Why did you decide to become a nurse?

I was impressed by the staff who looked after my little sister when she on the intensive care unit at Alder Hey Children’s Hospital before she died many years ago. They inspired me to become a children’s nurse.

Where did you train?

I trained at Alder Hey Children’s Hospital and Broadgreen Hospital, because I did the combined RSCN/RGN course.

What was your first job?

Staff nurse in the accident and emergency department at Alder Hey. I loved it.

What is the trait you least like in yourself and why?

I could worry for Britain.

From whom have you learnt most in your career and why?

I’ve worked with some exceptional, inspiring nurses and many of them are friends. My cousin Val is a fantastic paediatric Macmillan nurse. I learnt a great deal from Norma, an auxiliary nurse who looked after my sister - she was one of the kindest, caring people I ever worked with later on. Mary, a ward domestic, was brilliant with patients and is still a good friend. I have learnt a lot from patients and their families, including my mum who looked after my sister and father before they died and who would have made an excellent nurse.

What keeps you awake?

Doing my professional doctorate - I have just handed in my thesis. My daughter is backpacking around Asia and Australia for a year which doesn’t stop me worrying. I also find it hard to believe that we’re in the 21st century and there’s still so much poverty and war.

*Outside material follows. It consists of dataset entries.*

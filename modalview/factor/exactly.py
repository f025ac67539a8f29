"""Inertia of a symmetric matrix of fractions: integers only, no rounding anywhere."""

import heapq
import math
from collections.abc import Callable, Mapping, Sequence
from dataclasses import dataclass, field
from fractions import Fraction
from importlib import import_module
from importlib.util import find_spec
from typing import Any

Entries = Mapping[tuple[int, int], Fraction]

# Coordinates up to which an exact count takes a second or four: with Python's own integers, and with those
# of gmpy2.
PLAIN_LIMIT, FAST_LIMIT = 120, 300


def exact_limit() -> int:
    """Return the number of coordinates up to which matrices are counted exactly on this installation."""
    return FAST_LIMIT if find_spec("gmpy2") else PLAIN_LIMIT


def _integer() -> Callable[[int], Any]:
    """Return what makes fast integers: gmpy2's where it is installed."""
    return import_module("gmpy2").mpz if find_spec("gmpy2") else int


@dataclass(slots=True)
class _Update:
    """What eliminated coordinates leave on the others: entries over scale, part of a Schur complement."""

    scale: Any
    border: tuple[int, ...]
    entries: dict[tuple[int, int], Any]


@dataclass(slots=True)
class _Front:
    """Updates waiting for one coordinate."""

    updates: list[_Update] = field(default_factory=list)


def exact_negative(entries: Entries, n: int, *, step: Callable[[float], None] | None = None) -> int | None:
    """Count the negative eigenvalues of a nonsingular symmetric matrix exactly.

    Parameters
    ----------
    entries : mapping
        Fractions by (row, column), rows >= columns; what is not there is zero.
    n : int
    step : callable or None
        Told the share done, 0..1, after every coordinate; may raise to stop.

    Returns
    -------
    int or None
        None when a pivot is exactly zero: the matrix is singular, or one of its leading blocks is.

    Notes
    -----
    Signs of the pivots (Sylvester's law of inertia). The matrix is made integer by one factor and eliminated
    in a sparse order, front by front. With T the coordinates eliminated below one, what they leave is kept
    as integers over the determinant of the matrix restricted to T (a minor, by Jacobi's theorem), so that
    every division is without remainder and numbers grow with the size of T only. Cost about n**5 for a full
    matrix, far less for a sparse one.

    References
    ----------
    E. H. Bareiss (1968), Math. Comp. 22, 565. I. S. Duff, J. K. Reid (1983), ACM Trans. Math. Softw. 9, 302
    (fronts).

    Examples
    --------
    >>> one = Fraction(1)
    >>> exact_negative({(0, 0): one, (1, 0): 2 * one, (1, 1): one}, 2)
    1
    """
    own, neighbours = _integers(entries, n)
    order = _least_degree(neighbours)
    place = {coordinate: at for at, coordinate in enumerate(order)}
    fronts = [_Front() for _ in range(n)]
    negative = 0
    for done, pivot in enumerate(order, 1):
        scale, border, front = _gathered(pivot, own, fronts[pivot].updates, place)
        head = front[pivot, pivot]
        if head == 0:
            return None
        negative += (head < 0) != (scale < 0)
        if border:
            fronts[border[0]].updates.append(_eliminated(pivot, scale, border, front))
        fronts[pivot].updates = []
        if step is not None:
            step(done / n)
    return negative


def _integers(entries: Entries, n: int) -> tuple[list[dict[int, Any]], list[set[int]]]:
    """Return the rows of the matrix times a common denominator, and which coordinates meet."""
    make = _integer()
    common = math.lcm(*(entry.denominator for entry in entries.values()), 1)
    own: list[dict[int, Any]] = [{} for _ in range(n)]
    for (i, j), entry in entries.items():
        whole = make(entry.numerator * (common // entry.denominator))
        if whole:
            own[i][j] = own[j][i] = whole
    return own, [{j for j in row if j != i} for i, row in enumerate(own)]


def _least_degree(neighbours: Sequence[set[int]]) -> list[int]:
    """Order by minimum degree (H. M. Markowitz (1957), Management Science 3, 255)."""
    graph = [set(near) for near in neighbours]
    heap = [(len(near), i) for i, near in enumerate(graph)]
    heapq.heapify(heap)
    order: list[int] = []
    taken: set[int] = set()
    while heap:
        degree, i = heapq.heappop(heap)
        if i in taken or degree != len(graph[i]):
            continue
        taken.add(i)
        order.append(i)
        for j in graph[i]:
            graph[j] |= graph[i]
            graph[j] -= {i, j}
            heapq.heappush(heap, (len(graph[j]), j))
    return order


def _gathered(
    pivot: int, own: Sequence[Mapping[int, Any]], updates: Sequence[_Update], place: Mapping[int, int]
) -> tuple[Any, tuple[int, ...], dict[tuple[int, int], Any]]:
    """Sum a coordinate's own entries and the updates that wait for it, over their common scale."""
    scale = math.prod((update.scale for update in updates), start=_integer()(1))
    later = {j for j in own[pivot] if place[j] > place[pivot]}
    later.update(*(update.border for update in updates))
    border = tuple(sorted(later - {pivot}, key=place.__getitem__))
    front = {(i, j): 0 for at, i in enumerate(border) for j in border[at:]}
    front.update({(pivot, j): scale * own[pivot].get(j, 0) for j in border})
    front[pivot, pivot] = scale * own[pivot].get(pivot, 0)
    for update in updates:
        factor = scale // update.scale
        for key, entry in update.entries.items():
            front[key] += factor * entry
    return scale, border, front


def _eliminated(
    pivot: int, scale: Any, border: tuple[int, ...], front: Mapping[tuple[int, int], Any]
) -> _Update:
    head = front[pivot, pivot]
    column = [front[pivot, i] for i in border]
    entries = {}
    for at, i in enumerate(border):
        left = column[at]
        for j, right in zip(border[at:], column[at:], strict=True):
            whole = head * front[i, j] - left * right
            entries[i, j] = whole if scale == 1 else whole // scale
    return _Update(head, border, entries)
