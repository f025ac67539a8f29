"""Typing at several addresses as one edit, also where nothing stands yet.

`edits.set_typed` types one text where its owner exists. Here an absent owner is made (the stiffness of a
mount that had damping alone, a tensor of inertia, an offset), and the rules look at the end of it all.
"""

from collections.abc import Sequence
from dataclasses import dataclass, is_dataclass
from typing import Any

from modalview.errors import Fault, ModelFaultsError, UnitError
from modalview.model.addresses import Address, field_named, look, put
from modalview.model.composites import is_composite, read_composite
from modalview.model.differences import Rewrite, checked_edit
from modalview.model.edits import retyped, typed_number
from modalview.model.fields import Field, Shape, fields_of, quantity_in
from modalview.model.parts import Body, Model, Motion
from modalview.model.starting import with_mass
from modalview.model.tolerance_text import typed_entry, typed_tolerance
from modalview.model.values import Entry, Tolerance, Value
from modalview.units.quantities import Quantity

Typed = Sequence[tuple[Address, str]]


def typed_together(model: Model, typed: Typed, text: str) -> Rewrite:
    """Return the edit that types several texts, unless one cannot be read or the whole breaks a rule.

    Parameters
    ----------
    model : Model
        The model.
    typed : sequence of (Address, str)
        An empty text takes an optional field away. Where the owner of a field is absent it is made, from all
        the fields of it that are typed here.
    text : str
        For the undo menu.

    Raises
    ------
    UnitError
        When a text is not what its field asks for.
    ModelFaultsError
        With the faults that the edit would add.
    LookupError
        When an address is not there (any more).

    Examples
    --------
    >>> from modalview.model.parts import Body
    >>> model = Model(bodies=(Body(id="fan"),))
    >>> edit = typed_together(model, [(("bodies", "fan", "mass"), "4*180 kg")], "Weigh the fan")
    >>> edit.apply(model).bodies[0].mass.si
    720.0
    """
    return checked_edit(model, filled(model, typed), text)


def filled(model: Model, typed: Typed) -> Model:
    """Return the model with several texts typed, unchecked by the rules; raises as `typed_together`."""
    made: dict[Address, dict[str | int, Any]] = {}
    changed = model
    for address, text in typed:
        place = place_at(changed, address)
        if place.owner is not None:
            item = _item(changed, place, address, text)
            if isinstance(place.owner, Body) and address[-1] == "mass" and isinstance(item, Value):
                changed = put(changed, address[:-1], with_mass(place.owner, item, model.units or "SI"))
            else:
                changed = put(changed, address, item)
        elif text.strip():
            made.setdefault(address[:-1], {})[address[-1]] = _item(changed, place, address, text)
    for address, items in made.items():
        changed = put(changed, address, _made(changed, address, items))
    return _without_empty(changed, [address[:-1] for address, _ in typed])


@dataclass(frozen=True, slots=True)
class Place:
    """What stands at an address and what may.

    Parameters
    ----------
    owner : Any
        The part, record or list that holds the field; None where it is absent.
    kind : type
        Of the owner; ``tuple`` for a list.
    field : Field or None
        None within a list.
    shape, quantity : Shape, Quantity or None
        What may stand there.
    item : Any
        What stands there; None for nothing.
    """

    owner: Any
    kind: type
    field: Field | None
    shape: Shape
    quantity: Quantity | None
    item: Any


def place_at(model: Model, address: Address) -> Place:
    """Return what stands at an address whose owner may be absent; LookupError when there can be none such.

    >>> from modalview.model.parts import End, Mount
    >>> mount = Mount(id="m", from_=End(body="a"), to=End(support="g"))
    >>> place_at(Model(links=(mount,)), ("links", "m", "stiffness", "y")).quantity.name
    'stiffness'
    """
    above: Any = look(model, address[:-2])
    step = address[-2]
    owner = look(model, address[:-1])
    if owner is None:
        shape = field_named(type(above), step).shape
        kind = _record_of(shape)
    else:
        shape, kind = Shape(), type(owner)
    if kind is tuple:
        items = shape.items or field_named(type(above), step).shape.items or Shape()
        present = look(model, address) if owner is not None else None
        return Place(owner, tuple, None, items, items.quantity, present)
    field = field_named(kind, address[-1])
    quantity = field.shape.quantity
    if quantity is not None:
        quantity = quantity_in(kind, field.name, quantity, model.motion)
    return Place(owner, kind, field, field.shape, quantity, owner and getattr(owner, field.name))


def _record_of(shape: Shape) -> type:
    """Return what is made where nothing stands: the one record that may, or a list."""
    if len(shape.records) == 1:
        return shape.records[0]
    if shape.items is not None:
        return tuple
    raise LookupError("nothing can be made there")


def _item(model: Model, place: Place, address: Address, text: str) -> Any:
    """Read a text for its place."""
    if not text.strip():
        return _emptied(place, address)
    if place.field is not None and is_composite(place.kind, place.field.name):
        return read_composite(place.kind, place.field.name, text)
    if place.quantity is not None:
        entry = typed_entry(text, place.quantity)
        return retyped(place.item, entry) if place.shape.value else entry
    if place.shape.tolerance:
        of_value = isinstance(place.owner, Value)
        return typed_tolerance(text, place_at(model, address[:-1]).quantity if of_value else None)
    return _plain(place, address, text)


def _plain(place: Place, address: Address, text: str) -> Any:
    """Read a number or a name."""
    number = typed_number(text) if place.shape.number else None
    if number is not None:
        return number
    if not place.shape.text:
        raise UnitError(
            f'"{text}" cannot be read as {address[-1]}: write a plain number such as "7" or "0.5"'
        )
    return text.strip()


def _emptied(place: Place, address: Address) -> Any:
    if place.field is None or place.field.required or isinstance(place.owner, Tolerance):
        raise ModelFaultsError((Fault(str(address[-1]), "cannot be left empty"),))
    return place.field.default


def _made(model: Model, address: Address, items: dict[str | int, Any]) -> Any:
    """Return a new owner of the items typed in it."""
    shape = field_named(type(look(model, address[:-1])), address[-1]).shape
    kind = _record_of(shape)
    if kind is tuple:
        dimensions = 3 if model.motion is Motion.SPACE else 2
        return tuple(items.get(number, Entry("0 m", 0.0)) for number in range(dimensions))
    named = {field_named(kind, key).name: item for key, item in items.items()}
    missing = [field.key for field in fields_of(kind) if field.required and field.name not in named]
    if missing:
        raise UnitError(f"{' and '.join(missing)} must be given too")
    return kind(**named)


def _without_empty(model: Model, owners: list[Address]) -> Model:
    """Take away records that hold nothing any more, such as the damping of a mount; parts of lists stay."""
    for address in dict.fromkeys(owners):
        owner, above = look(model, address), look(model, address[:-1])
        if not is_dataclass(owner) or isinstance(above, tuple):
            continue
        kind: type = type(owner)
        optional = not field_named(type(above), address[-1]).required
        if optional and all(getattr(owner, one.name) is None for one in fields_of(kind)):
            model = put(model, address, None)
    return model
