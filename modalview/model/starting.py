"""Starting values that hang on others: the inertia of a body that was drawn goes with its mass."""

from dataclasses import replace

from modalview.model.parts import Body, InertiaTensor
from modalview.model.values import STARTING, Value
from modalview.units.quantities import INERTIA
from modalview.units.show import show


def with_mass(body: Body, mass: Value, units: str) -> Body:
    """Return a body with another mass, its inertia that nobody has given in proportion.

    An inertia that somebody typed stays, as does one whose mass was not above zero.

    Parameters
    ----------
    units : str
        The system that a new inertia is written in.

    Examples
    --------
    >>> from modalview.model.values import Entry
    >>> from modalview.units.quantities import MASS
    >>> drawn = Value(Entry("37.5 kg m2", 37.5), source=STARTING)
    >>> body = Body(id="b", mass=Value.typed("100 kg", MASS), inertia=drawn)
    >>> with_mass(body, Value.typed("200 kg", MASS), "SI").inertia.text
    '75 kg m2'
    """
    old = body.mass.si if body.mass is not None else 0.0
    after = replace(body, mass=mass)
    if not (old > 0 and mass.si > 0) or mass.si == old:
        return after
    share = mass.si / old
    if isinstance(body.inertia, InertiaTensor):
        along = (body.inertia.Ixx, body.inertia.Iyy, body.inertia.Izz)
        x, y, z = (_times(moment, share, units) for moment in along)
        return replace(after, inertia=replace(body.inertia, Ixx=x, Iyy=y, Izz=z))
    return after if body.inertia is None else replace(after, inertia=_times(body.inertia, share, units))


def _times(moment: Value, share: float, units: str) -> Value:
    if moment.source != STARTING:
        return moment
    text = show(moment.si * share, INERTIA, units)
    return replace(moment, entry=Value.typed(text, INERTIA).entry)
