"""Counts after edits of single terms, from the factors of the model before: no new factorization."""

from dataclasses import dataclass

import numpy as np
import numpy.typing as npt
import scipy.sparse as sp

from modalview.errors import NumericalError
from modalview.factor.inertia import Inertia
from modalview.factor.shifted import ShiftedPencil

Array = npt.NDArray[np.float64]

# Beyond so many edited directions a new factorization is cheaper and knows its rounding.
MOST_EDITS = 10

# What rounding did to the solves is measured by their residual, to first order; as much again for the rest.
DOUBT = 2.0
LEAST_DOUBT = 1e-12


@dataclass(frozen=True, slots=True, eq=False)
class EditedCount:
    """Negative eigenvalues of K - sigma M + sum v_i a_i a_i^T for any v, from one factorization.

    Parameters
    ----------
    found : Inertia
        Of K - sigma M before the edit; its uncertainty is finite.
    answers : array (n, q)
        (K - sigma M)^-1 A.
    flexibility : array (q, q)
        A^T (K - sigma M)^-1 A.
    error : array (q, q)
        What rounding may have done to it, by the residual.
    """

    found: Inertia
    answers: Array
    flexibility: Array
    error: Array

    def after(self, change: Array) -> int | None:
        """Count after the edit; None where rounding leaves it open, and a new factorization is due.

        Parameters
        ----------
        change : array (q,)
            v: what is added to the stiffness of each direction a_i, N/m; -sigma dm for a mass.

        Notes
        -----
        N(S + A V A^T) = N(S) + N(-V^-1 - A^T S^-1 A) - N(-V^-1), from the inertia of
        [[S, A], [A^T, -V^-1]] by either block (E. V. Haynsworth (1968), Linear Algebra Appl. 1, 73). Scaled
        by sqrt |V| the small matrix has entries near 1. An estimate, not a proof: the uncertainty of the
        factors themselves (``found.uncertainty``) stands as it did.
        """
        edited = np.flatnonzero(change)
        if edited.size == 0:
            return self.found.negative
        size = np.sqrt(np.abs(change[edited]))
        scaling = np.outer(size, size)
        inner = -np.diag(np.sign(change[edited])) - scaling * self.flexibility[np.ix_(edited, edited)]
        doubt = DOUBT * float(np.linalg.norm(scaling * self.error[np.ix_(edited, edited)]))
        doubt += LEAST_DOUBT * float(np.linalg.norm(inner))
        values = np.linalg.eigvalsh(inner)
        if np.abs(values).min() <= doubt:
            return None
        jump = int(np.count_nonzero(values < 0)) - int(np.count_nonzero(change[edited] > 0))
        return self.found.negative + jump


def edited_count(shifted: ShiftedPencil, found: Inertia, directions: sp.csr_array) -> EditedCount:
    """Prepare counts after edits along some directions at the shift of ``found``.

    Parameters
    ----------
    shifted : ShiftedPencil
        Before the edits.
    found : Inertia
        By ``shifted.factorize``.
    directions : csr_array (q, n)
        Rows a_i: of edited terms, or unit vectors for masses. At most ``MOST_EDITS``.

    Raises
    ------
    NumericalError
        Too many directions, or the factors prove nothing.

    Notes
    -----
    Cost: two solves for each direction and a product; then next to nothing for each value of a drag.
    """
    if directions.shape[0] > MOST_EDITS or not found.uncertainty < np.inf:
        raise NumericalError(
            f"{directions.shape[0]} edited directions at {found.sigma:g} rad²/s²: factor anew "
            f"(at most {MOST_EDITS}, from factors that count)."
        )
    right = directions.toarray().T
    answers = shifted.solve(found, right)
    pattern = shifted.pattern
    matrix = pattern.matrix(shifted.stiffness - found.sigma * shifted.inertia)
    turned = np.empty_like(answers)
    turned[pattern.stored] = answers
    product = (matrix @ turned)[pattern.stored]
    residual = right - product
    flexibility = answers.T @ right
    error = np.abs(answers.T @ residual)
    return EditedCount(found, answers, (flexibility + flexibility.T) / 2, np.maximum(error, error.T))
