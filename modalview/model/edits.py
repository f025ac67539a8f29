"""Changes of a model that can be applied and reverted: the one path by which the window changes anything.

A function here reads what a person typed, refuses what the rules refuse, and returns the edit; the
window wraps it for undo and redo. Applying and reverting never fail and never read the text again.
"""

from dataclasses import dataclass, replace
from typing import Any, Protocol

from modalview.errors import Fault, ModelFaultsError, UnitError
from modalview.model.addresses import Address, field_named, look, put, shape_at
from modalview.model.parts import Model
from modalview.model.rules import faults
from modalview.model.starting import with_mass
from modalview.model.tolerance_text import tolerance_text, typed_entry, typed_tolerance
from modalview.model.values import STARTING, Entry, Tolerance, Value
from modalview.units.numbers import read_number, split_number
from modalview.units.show import short


class Edit(Protocol):
    """A change with its way back."""

    @property
    def text(self) -> str:
        """What it does, for the undo menu."""

    def apply(self, model: Model) -> Model:
        """Return the model with the change."""

    def revert(self, model: Model) -> Model:
        """Return the model without it again."""


@dataclass(frozen=True, slots=True)
class SetField:
    """Puts one thing in the place of another.

    Parameters
    ----------
    address : Address
        Such as ("links", "k1", "stiffness").
    old, new : Any
        What stands there before and after.
    text : str
        For the undo menu.
    """

    address: Address
    old: Any
    new: Any
    text: str

    def apply(self, model: Model) -> Model:
        """Return the model with ``new`` in place."""
        return put(model, self.address, self.new)

    def revert(self, model: Model) -> Model:
        """Return the model with ``old`` in place."""
        return put(model, self.address, self.old)


def set_field(model: Model, address: Address, new: Any, text: str) -> SetField:
    """Return the edit that puts ``new`` at an address, unless it would break a rule.

    Raises
    ------
    ModelFaultsError
        With the faults that the edit would add; those the model has already do not stand in the way.
    LookupError
        When the address is not there (any more).
    """
    edit = SetField(address, look(model, address), new, text)
    added = faults(edit.apply(model))
    if added:
        known = set(faults(model))
        added = tuple(fault for fault in added if fault not in known)
    if added:
        raise ModelFaultsError(added)
    return edit


def set_value_text(model: Model, address: Address, text: str) -> SetField:
    """Return the edit that types a value anew, by the window's rule (a decimal comma is accepted).

    Tolerance, source and status of the value stay, but for those of a starting value; ``by`` and ``given``
    go, for the number no longer comes from there. An empty text takes an optional value away. With the mass
    of a body goes its inertia, while that is a starting value.

    Raises
    ------
    UnitError
        When the text is no value of the field's quantity.
    ModelFaultsError
        When the value breaks a rule.

    Examples
    --------
    >>> from modalview.model.parts import Body
    >>> from modalview.units.quantities import MASS
    >>> model = Model(bodies=(Body(id="motor", mass=Value.typed("620 kg", MASS)),))
    >>> set_value_text(model, ("bodies", "motor", "mass"), "0,7 t").apply(model).bodies[0].mass.si
    700.0
    """
    shape, quantity = shape_at(model, address)
    if quantity is None:
        raise LookupError(f"{_named(address)} holds no value with a unit")
    old = look(model, address)
    if not text.strip():
        return set_field(model, address, _emptied(model, address), f"Clear {_named(address)}")
    entry = typed_entry(text, quantity)
    new = retyped(old if isinstance(old, Value) else None, entry) if shape.value else entry
    told = f"Set {_named(address)} to {entry.text}"
    if isinstance(new, Value) and len(address) == 3 and address[2] == "mass":
        body = look(model, address[:2])
        heavier = with_mass(body, new, model.units or "SI")
        if heavier.inertia != body.inertia:
            return set_field(model, address[:2], heavier, told)
    return set_field(model, address, new, told)


def retyped(old: Value | None, entry: Entry) -> Value:
    """Return a value with another number, and what is still true of it.

    Typing over a starting value gives it, even with the same number: it no longer counts as not given yet.
    """
    if old is None:
        return Value(entry)
    if old.source == STARTING:
        return replace(old, entry=entry, source=None, status=None, by=None, given=None)
    return old if entry == old.entry else replace(old, entry=entry, by=None, given=None)


def set_tolerance_text(model: Model, address: Address, text: str) -> SetField:
    """Return the edit that types the tolerance at an address, such as (..., "mass", "tolerance").

    "10 %", "-10 % / +20 %", limits such as "3 kN/mm to 5 kN/mm", or nothing for none of its own.

    Raises
    ------
    UnitError
        When the text is no tolerance.
    ModelFaultsError
        When the tolerance breaks a rule.
    """
    owner = look(model, address[:-1])
    quantity = shape_at(model, address[:-1])[1] if isinstance(owner, Value) else None
    new = typed_tolerance(text, quantity)
    what = f"to {tolerance_text(new)}" if new else "to none of its own"
    return set_field(model, address, new, f"Set {_named(address)} {what}")


def set_number_text(model: Model, address: Address, text: str) -> SetField:
    """Return the edit that types a plain number, such as an order; a decimal comma is accepted."""
    number = typed_number(text)
    if number is None:
        raise UnitError(
            f'"{text}" cannot be read as a number for {_named(address)}: write it like "7" or "0.5"'
        )
    return set_field(model, address, number, f"Set {_named(address)} to {short(number)}")


def typed_number(text: str) -> float | None:
    """Read a plain number, with a decimal comma where one is meant; None when it is none.

    UnitError when a comma has two readings, or for a number that floating point cannot hold.
    """
    parts = split_number(text.strip().replace("\u2212", "-"))
    if parts is None or parts[1].strip():
        return None
    return float(read_number(parts[0], window=True)[0])


def set_plain_text(model: Model, address: Address, text: str) -> SetField:
    """Return the edit that types a name, the title or a note; an empty text takes it away."""
    if address[-1] == "id":
        raise ModelFaultsError(
            (Fault(_named(address), "other parts refer to an id; change the name instead"),)
        )
    new = text.strip() or _emptied(model, address)
    return set_field(model, address, new, f"Set {_named(address)} to {text.strip() or 'nothing'}")


def set_typed(model: Model, address: Address, text: str) -> SetField:
    """Return the edit for whatever may be typed at an address: a value, a tolerance, a number or a text."""
    shape, quantity = shape_at(model, address)
    if quantity is not None:
        return set_value_text(model, address, text)
    if shape.tolerance:
        return set_tolerance_text(model, address, text)
    # A gear's ratio is a number, or a fraction as text.
    if shape.number and text.strip() and not (shape.text and typed_number(text) is None):
        return set_number_text(model, address, text)
    if shape.text or shape.number:
        return set_plain_text(model, address, text)
    raise LookupError(f"nothing can be typed at {_named(address)}")


def _emptied(model: Model, address: Address) -> Any:
    """Return what stands in an optional field that is taken away; refuse for a required one."""
    owner = look(model, address[:-1])
    if not isinstance(owner, tuple | Tolerance):
        field = field_named(type(owner), address[-1])
        if not field.required:
            return field.default
    raise ModelFaultsError((Fault(_named(address), "cannot be left empty"),))


def _named(address: Address) -> str:
    """Say an address in words: "stiffness of k1"."""
    words = [str(step).rstrip("_").replace("_", " ") for step in address]
    if len(words) < 3:
        return words[-1]
    nested = 4 if words[2] == "excitations" and len(words) > 4 else 2
    return f"{' '.join(words[nested:])} of {words[nested - 1]}"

What’s the most satisfying part of your job?

Seeing reductions in healthcare-associated infections (HCAIs) although more could still be done.

Your proudest achievement?

Professionally, doing my doctorate and winning the Nursing Times 2010 Infection Prevention Award.

What do you think will change nursing in the next decade?

There are going to be further advancements in technology and a lot of changes around roles, which should provide more opportunities for nurses to lead in developing care.

What job would you like to be doing in five years?

I love my current job but maybe an assistant director of nursing or lead researcher role.

If you could change one thing in healthcare, what would it be?

Eradicate HCAIs. Although there have been significant reductions in MRSA and C difficile, it’s an ongoing challenge, particularly with increasing antimicrobial resistance and advancements in care leading to an even more vulnerable patient population.

If you could spend an hour in someone’s company, who would it be and why?

Probably my father although he passed away six years ago. He would have loved to hear how we were all getting on and was a great advocate of the NHS.